Doğan Heper

Doğan Heper

dheper@milliyet.com.tr

Tüm Yazıları
Haberin Devamı

       SAFLAR beliriyor.
Erken seçim olacaksa, daha 9 ay da olsa partiler cepheleşme yolunda hızla harekete geçti.
Mehmet Barlas'ın hakemliğinde yapılan Otağtepe zirvesi, Fazilet'le DYP'nin; bazı küçük partilerin de desteğini alarak bir cephe oluşturacaklarını gösteriyor.
Bu küçükler şimdili; Korkut Özal'ın Demokrat Partisi, Hasan Celal Güzel'in Yeniden Doğuş Partisi, Besim Tibuk'un Liberal Demokrat Partisi.
Liderleri anlamak güç. Bir süre önce "hiçbir partiyle ittifaka ihtiyacımız yok" derler ama bir de bakarsınız, ittifakın katmerlisinin peşine düşerler.
* * *
YENİ seçim kanunu ve yeni partiler kanunu, yani Türkiye'yi siyasi istikrara, birlik ve bütünlüğe götürecek yasal düzenlemeler olmayınca partilerin ittifaklar için boşluk arayışına girmeleri kaçınılmaz oluyor.
Siyasi partilerin amacı iktidarsa ve suni şekilde ve çok sayıda bölünmüş partilerimiz bu amaca tek başlarına ulaşamıyorlarsa, yasanın müsaadesi oranında bunu ortaklıklarla elde etmeyi deneyeceklerdir.
İşte bu arayışın ilk adımı Otağtepe'de atıldı.
Bu ittifak yürürse, karşısında başka bir ittifakı bulabilir.
ANAP - DSP ittifakı.
* * *
TÜRKİYE'nin huzura kavuşmamasının nedenlerinin en son ve en canlı örneğini yukardaki tablo ortaya koyuyor.
Türkiye'de liderler daima imkansızı mümkün kılmaya uğraşıyorlar ve bu nedenle on yılda bir darbe veya müdahale doğuyor.
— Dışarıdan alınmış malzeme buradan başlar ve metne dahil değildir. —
func badCellsError(file, col string, dim units.Dim, bad []badCell) error {
	var b strings.Builder
	what := "a number"
	if dim != units.None {
		what = "a number or a " + dim.String() + " with its unit"
	}
	if len(bad) == 1 {
		c := bad[0]
		fmt.Fprintf(&b, "%q is not %s", c.text, what)
		if c.note != "" {
			b.WriteString(" (" + c.note + ")")
		}
		b.WriteString(hint(c.text))
		return &DataError{File: file, Row: c.row, Column: col, Msg: b.String()}
	}
	fmt.Fprintf(&b, "%d cells are not %s: ", len(bad), what)
	for i, c := range bad {
		if i == 10 {
			fmt.Fprintf(&b, ", and %d more", len(bad)-10)
			break
		}
		if i > 0 {
			b.WriteString(", ")
		}
		fmt.Fprintf(&b, "row %d %q", c.row, c.text)
		if c.note != "" {
			b.WriteString(" (" + c.note + ")")
		}
	}
	b.WriteString(hint(bad[0].text))
	return &DataError{File: file, Row: bad[0].row, Column: col, Msg: b.String()}
}

// hint explains the usual causes of a cell that does not read.
func hint(cell string) string {
	switch {
	case !utf8.ValidString(cell):
		return "; the file is not UTF-8 text (Latin-1 or Windows-1252?): save it as UTF-8"
	case strings.Count(cell, ",") == 1 && !strings.Contains(cell, "."):
		return "; a decimal comma? write a decimal point, or use a semicolon separator"
	case strings.EqualFold(cell, "nan") || strings.Contains(strings.ToLower(cell), "inf"):
		return "; leave the cell blank for a missing value"
	}
	return ""
}

// isDecimal refuses the spellings strconv.ParseFloat accepts beyond plain
// decimal numbers: hexadecimal floats, "Inf", "NaN", underscores.
func isDecimal(s string) bool {
	for i := 0; i < len(s); i++ {
		c := s[i]
		if !(c >= '0' && c <= '9' || c == '.' || c == '+' || c == '-' || c == 'e' || c == 'E') {
			return false
		}
	}
	return true
}

// splitUnit separates a leading decimal number from the unit text after it.
func splitUnit(s string) (num, unit string) {
	i := 0
	for i < len(s) {
		c := s[i]
		if c >= '0' && c <= '9' || c == '.' || ((c == '+' || c == '-') && (i == 0 || s[i-1] == 'e' || s[i-1] == 'E')) {
			i++
			continue
		}
		if (c == 'e' || c == 'E') && i > 0 && i+1 < len(s) && (s[i+1] == '-' || s[i+1] == '+' || s[i+1] >= '0' && s[i+1] <= '9') {
			i++
			continue
		}
		break
	}
	if !strings.ContainsAny(s[:i], "0123456789") {
		return "", ""
	}
	return s[:i], strings.TrimSpace(s[i:])
}

// sniffComma picks the separator that occurs most often, outside quotes, on
// the first line; a comma when none does.
func sniffComma(head []byte) rune {
	counts := map[byte]int{}
	in := false
	for _, c := range head {
		if c == '"' {
			in = !in
			continue
		}
		if in {
			continue
		}
		if c == '\n' {
			break
		}
		if c == ',' || c == ';' || c == '\t' {
			counts[c]++
		}
	}
	best := byte(',')
	for _, c := range []byte{';', '\t'} {
		if counts[c] > counts[best] {
			best = c
		}
	}
	return rune(best)
}

// csvReason strips the position encoding/csv puts in its messages (the
// caller names the row).
func csvReason(err error) string {
	var pe *csv.ParseError
	if errors.As(err, &pe) {
		return pe.Err.Error()
	}
	return err.Error()
}

// findColumn returns the index of the named column: an exact match, else a
// unique match ignoring case and surrounding spaces. A miss suggests the
// closest header names.
func findColumn(names []string, want string) (int, error) {
	want = strings.TrimSpace(want)
	if want == "" {
		return 0, fmt.Errorf("no column named (columns: %s)", strings.Join(quoteAll(names), ", "))
	}
	found := -1
	for i, n := range names {
		if n == want {
			if found >= 0 {
				return 0, fmt.Errorf("two columns are named %q (columns %d and %d): rename one", want, found+1, i+1)
			}
			found = i
		}
	}
	if found >= 0 {
		return found, nil
	}
	for i, n := range names {
		if strings.EqualFold(n, want) {
			if found >= 0 {
				return 0, fmt.Errorf("no column %q; %q and %q differ from it only in case", want, names[found], n)
			}
			found = i
		}
	}
	if found >= 0 {
		return found, nil
	}
	var close []string
	for _, n := range names {
		d := editDistance(strings.ToLower(n), strings.ToLower(want))
		if d <= max(2, len(want)/3) || strings.Contains(strings.ToLower(n), strings.ToLower(want)) {
			close = append(close, strconv.Quote(n))
		}
	}
	msg := fmt.Sprintf("no column %q", want)
	if len(close) > 0 {
		msg += "; did you mean " + strings.Join(close, " or ") + "?"
	}
	return 0, fmt.Errorf("%s (columns: %s)", msg, strings.Join(quoteAll(names), ", "))
}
Türkiye normal bir siyasal yaşama kavuşamıyor.
Ülkede siyasi tablo iktidar olabilmek için ittifak zaruretini işaret ediyorsa, ki ediyor, eşyanın tabiatına uygun olanı; ANAP'la DYP, DSP ile CHP arasında olan ittifaktır. Bu, birleşmenin de ilk adımı sayılabilir.
Ama yeni teşebbüs bunların dışında oluştuğu gibi ilk icraat olarak da Türkiye'yi "demokrat olanlar - olmayanlar" diye ikiye ayırmakla işe başlıyor.
* * *
BU basit gibi gelen ayırım bile, bu suni cepheleşmenin hemen karşı atakları doğuracağını, Türkiye'nin yeni bir kavga ortamına sürükleneceğini gösteriyor.
Oysa Türkiye'nin uzlaşmaya ve huzura ihtiyacı var; kavgaya değil. Ama ne yazık ki, enflasyonu yenmeyi, gelir dağılımı adaletsizliğini gidermeyi, toplumda kanun hakimiyetini kurup adalet ve eşitliği sağlamayı, basit vatandaşın korkusuz yaşamasını temin etmeyi, demokratikleşmeyi, kalkınmayı, refahı getirmeyi başaramayanlar; Türkiye'yi cepheleşmelerle, kavgalarla oyalayıp hükümette veya muhalefette iktidarlarını sürdürmeyi yeğliyorlar.
Allah Türkiye'yi yapay ve intikam amaçlı ittifakların, ittifakçıların kısır kavgalarından, savaşlarından korusun.